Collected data
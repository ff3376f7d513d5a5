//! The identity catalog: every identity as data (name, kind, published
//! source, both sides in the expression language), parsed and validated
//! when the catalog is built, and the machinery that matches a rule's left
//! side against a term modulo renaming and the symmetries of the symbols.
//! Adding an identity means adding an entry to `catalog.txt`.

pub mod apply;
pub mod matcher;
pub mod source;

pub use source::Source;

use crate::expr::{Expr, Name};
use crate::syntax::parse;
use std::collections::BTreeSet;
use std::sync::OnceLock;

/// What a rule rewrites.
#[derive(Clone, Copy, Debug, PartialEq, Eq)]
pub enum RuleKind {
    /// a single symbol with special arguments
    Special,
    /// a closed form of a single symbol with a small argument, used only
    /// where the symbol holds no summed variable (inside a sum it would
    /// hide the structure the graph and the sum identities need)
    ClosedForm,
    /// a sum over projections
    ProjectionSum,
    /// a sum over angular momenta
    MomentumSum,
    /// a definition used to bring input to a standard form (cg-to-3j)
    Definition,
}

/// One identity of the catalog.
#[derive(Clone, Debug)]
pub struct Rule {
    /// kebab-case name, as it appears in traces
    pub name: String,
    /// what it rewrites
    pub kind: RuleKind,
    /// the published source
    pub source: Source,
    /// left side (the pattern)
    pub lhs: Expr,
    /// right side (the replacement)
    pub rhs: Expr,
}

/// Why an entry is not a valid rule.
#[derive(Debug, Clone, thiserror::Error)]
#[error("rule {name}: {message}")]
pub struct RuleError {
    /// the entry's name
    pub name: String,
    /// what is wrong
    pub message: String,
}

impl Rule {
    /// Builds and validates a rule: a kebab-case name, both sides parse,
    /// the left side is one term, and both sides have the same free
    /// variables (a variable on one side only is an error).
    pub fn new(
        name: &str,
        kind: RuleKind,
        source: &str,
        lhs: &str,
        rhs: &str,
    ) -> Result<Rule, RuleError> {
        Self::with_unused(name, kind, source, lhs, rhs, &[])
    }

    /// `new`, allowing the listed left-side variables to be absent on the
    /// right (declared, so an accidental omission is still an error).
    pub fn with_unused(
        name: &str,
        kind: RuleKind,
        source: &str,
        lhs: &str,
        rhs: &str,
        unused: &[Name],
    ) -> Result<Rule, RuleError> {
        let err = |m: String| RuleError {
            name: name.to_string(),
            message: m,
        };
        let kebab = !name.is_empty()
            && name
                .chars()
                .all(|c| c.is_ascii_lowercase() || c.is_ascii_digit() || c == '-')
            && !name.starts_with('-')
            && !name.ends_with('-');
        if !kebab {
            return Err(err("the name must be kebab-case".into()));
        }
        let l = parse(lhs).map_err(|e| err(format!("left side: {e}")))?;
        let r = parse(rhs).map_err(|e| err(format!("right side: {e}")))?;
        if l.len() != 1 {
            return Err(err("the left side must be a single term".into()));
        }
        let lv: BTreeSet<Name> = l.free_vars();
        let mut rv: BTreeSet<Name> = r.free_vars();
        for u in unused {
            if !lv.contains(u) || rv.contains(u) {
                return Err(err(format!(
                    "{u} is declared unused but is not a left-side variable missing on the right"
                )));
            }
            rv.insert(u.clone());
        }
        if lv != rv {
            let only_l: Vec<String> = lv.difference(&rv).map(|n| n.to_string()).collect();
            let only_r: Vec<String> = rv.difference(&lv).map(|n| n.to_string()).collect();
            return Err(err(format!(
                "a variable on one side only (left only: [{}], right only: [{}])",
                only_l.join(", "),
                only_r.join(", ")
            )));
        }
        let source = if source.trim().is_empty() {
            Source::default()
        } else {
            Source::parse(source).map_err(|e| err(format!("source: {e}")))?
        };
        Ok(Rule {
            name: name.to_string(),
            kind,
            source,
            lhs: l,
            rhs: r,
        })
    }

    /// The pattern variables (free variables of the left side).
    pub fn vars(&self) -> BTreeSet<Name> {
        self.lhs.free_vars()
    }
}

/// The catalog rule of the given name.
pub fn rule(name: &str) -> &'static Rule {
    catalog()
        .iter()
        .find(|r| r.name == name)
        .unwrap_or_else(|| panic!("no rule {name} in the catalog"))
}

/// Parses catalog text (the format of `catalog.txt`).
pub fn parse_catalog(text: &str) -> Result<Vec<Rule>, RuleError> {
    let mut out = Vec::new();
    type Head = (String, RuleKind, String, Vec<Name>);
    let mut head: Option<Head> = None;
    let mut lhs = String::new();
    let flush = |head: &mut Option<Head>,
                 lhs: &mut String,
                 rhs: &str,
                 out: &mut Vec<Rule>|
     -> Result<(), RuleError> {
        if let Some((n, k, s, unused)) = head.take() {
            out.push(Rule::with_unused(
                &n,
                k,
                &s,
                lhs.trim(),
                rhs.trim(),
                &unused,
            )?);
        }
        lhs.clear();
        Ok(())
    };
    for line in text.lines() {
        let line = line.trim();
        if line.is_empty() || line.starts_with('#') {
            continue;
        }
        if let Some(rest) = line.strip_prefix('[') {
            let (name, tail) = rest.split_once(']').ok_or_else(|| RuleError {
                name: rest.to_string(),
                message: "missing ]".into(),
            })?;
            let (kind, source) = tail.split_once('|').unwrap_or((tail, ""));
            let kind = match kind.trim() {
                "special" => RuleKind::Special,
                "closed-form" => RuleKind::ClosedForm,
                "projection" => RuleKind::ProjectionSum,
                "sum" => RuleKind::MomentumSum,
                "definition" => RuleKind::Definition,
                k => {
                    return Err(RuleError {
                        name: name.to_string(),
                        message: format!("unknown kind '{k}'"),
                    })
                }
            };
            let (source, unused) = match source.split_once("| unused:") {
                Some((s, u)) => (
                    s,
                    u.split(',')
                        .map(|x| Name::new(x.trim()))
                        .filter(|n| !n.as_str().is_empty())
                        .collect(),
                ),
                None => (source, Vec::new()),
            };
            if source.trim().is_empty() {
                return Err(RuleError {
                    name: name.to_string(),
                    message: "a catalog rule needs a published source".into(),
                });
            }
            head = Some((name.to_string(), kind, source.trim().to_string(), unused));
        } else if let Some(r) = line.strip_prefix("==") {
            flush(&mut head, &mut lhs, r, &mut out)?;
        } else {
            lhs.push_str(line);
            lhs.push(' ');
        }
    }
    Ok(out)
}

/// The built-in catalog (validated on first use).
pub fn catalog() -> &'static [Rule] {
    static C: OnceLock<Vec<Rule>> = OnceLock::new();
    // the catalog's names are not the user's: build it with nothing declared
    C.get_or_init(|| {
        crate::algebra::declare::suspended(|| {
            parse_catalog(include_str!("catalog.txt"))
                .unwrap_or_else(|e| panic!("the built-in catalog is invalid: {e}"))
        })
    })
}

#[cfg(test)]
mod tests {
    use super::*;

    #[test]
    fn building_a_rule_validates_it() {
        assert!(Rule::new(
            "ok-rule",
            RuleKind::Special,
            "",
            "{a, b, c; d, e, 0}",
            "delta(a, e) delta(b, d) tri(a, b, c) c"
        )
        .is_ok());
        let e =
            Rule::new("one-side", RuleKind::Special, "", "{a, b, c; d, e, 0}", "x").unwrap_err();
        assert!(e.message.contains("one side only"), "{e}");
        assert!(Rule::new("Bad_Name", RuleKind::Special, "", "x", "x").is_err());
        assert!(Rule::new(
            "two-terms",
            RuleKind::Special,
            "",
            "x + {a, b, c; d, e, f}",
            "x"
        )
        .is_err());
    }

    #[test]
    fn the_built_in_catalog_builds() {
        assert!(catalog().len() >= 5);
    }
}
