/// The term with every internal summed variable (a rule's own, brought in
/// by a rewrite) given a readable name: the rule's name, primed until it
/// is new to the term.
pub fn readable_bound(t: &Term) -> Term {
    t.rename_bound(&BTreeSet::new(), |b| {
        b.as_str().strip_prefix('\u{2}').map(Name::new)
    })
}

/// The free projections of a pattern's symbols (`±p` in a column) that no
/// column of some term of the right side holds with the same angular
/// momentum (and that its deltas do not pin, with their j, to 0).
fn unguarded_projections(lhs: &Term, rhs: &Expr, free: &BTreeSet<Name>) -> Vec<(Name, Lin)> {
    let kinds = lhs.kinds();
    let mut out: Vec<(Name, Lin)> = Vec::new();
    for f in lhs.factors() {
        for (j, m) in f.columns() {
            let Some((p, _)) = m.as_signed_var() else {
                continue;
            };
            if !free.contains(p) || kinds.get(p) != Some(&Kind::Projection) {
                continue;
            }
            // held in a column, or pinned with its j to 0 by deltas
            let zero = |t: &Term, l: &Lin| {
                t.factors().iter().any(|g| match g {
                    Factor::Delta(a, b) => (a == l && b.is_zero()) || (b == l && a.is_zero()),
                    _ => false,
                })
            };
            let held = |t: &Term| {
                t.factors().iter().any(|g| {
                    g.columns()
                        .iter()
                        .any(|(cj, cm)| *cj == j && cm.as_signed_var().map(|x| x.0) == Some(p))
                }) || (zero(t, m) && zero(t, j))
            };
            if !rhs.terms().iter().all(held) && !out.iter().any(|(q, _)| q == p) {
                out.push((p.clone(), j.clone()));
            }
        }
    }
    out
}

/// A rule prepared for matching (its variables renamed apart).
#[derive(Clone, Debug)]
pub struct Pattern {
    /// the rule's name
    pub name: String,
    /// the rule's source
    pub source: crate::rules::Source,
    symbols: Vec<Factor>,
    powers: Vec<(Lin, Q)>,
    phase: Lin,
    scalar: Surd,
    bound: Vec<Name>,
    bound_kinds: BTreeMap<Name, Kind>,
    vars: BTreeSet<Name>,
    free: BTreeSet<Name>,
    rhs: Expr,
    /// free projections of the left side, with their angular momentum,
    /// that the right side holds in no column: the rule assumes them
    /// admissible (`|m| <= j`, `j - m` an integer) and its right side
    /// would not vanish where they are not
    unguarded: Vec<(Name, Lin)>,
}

• Work instruction
Show the lines of the entries that include the string "message", copying each in full.

• Solution to this problem
#[error("rule {name}: {message}")]
    pub message: String,
            message: m,
                message: "missing ]".into(),
                        message: format!("unknown kind '{k}'"),
                    message: "a catalog rule needs a published source".into(),
        assert!(e.message.contains("one side only"), "{e}");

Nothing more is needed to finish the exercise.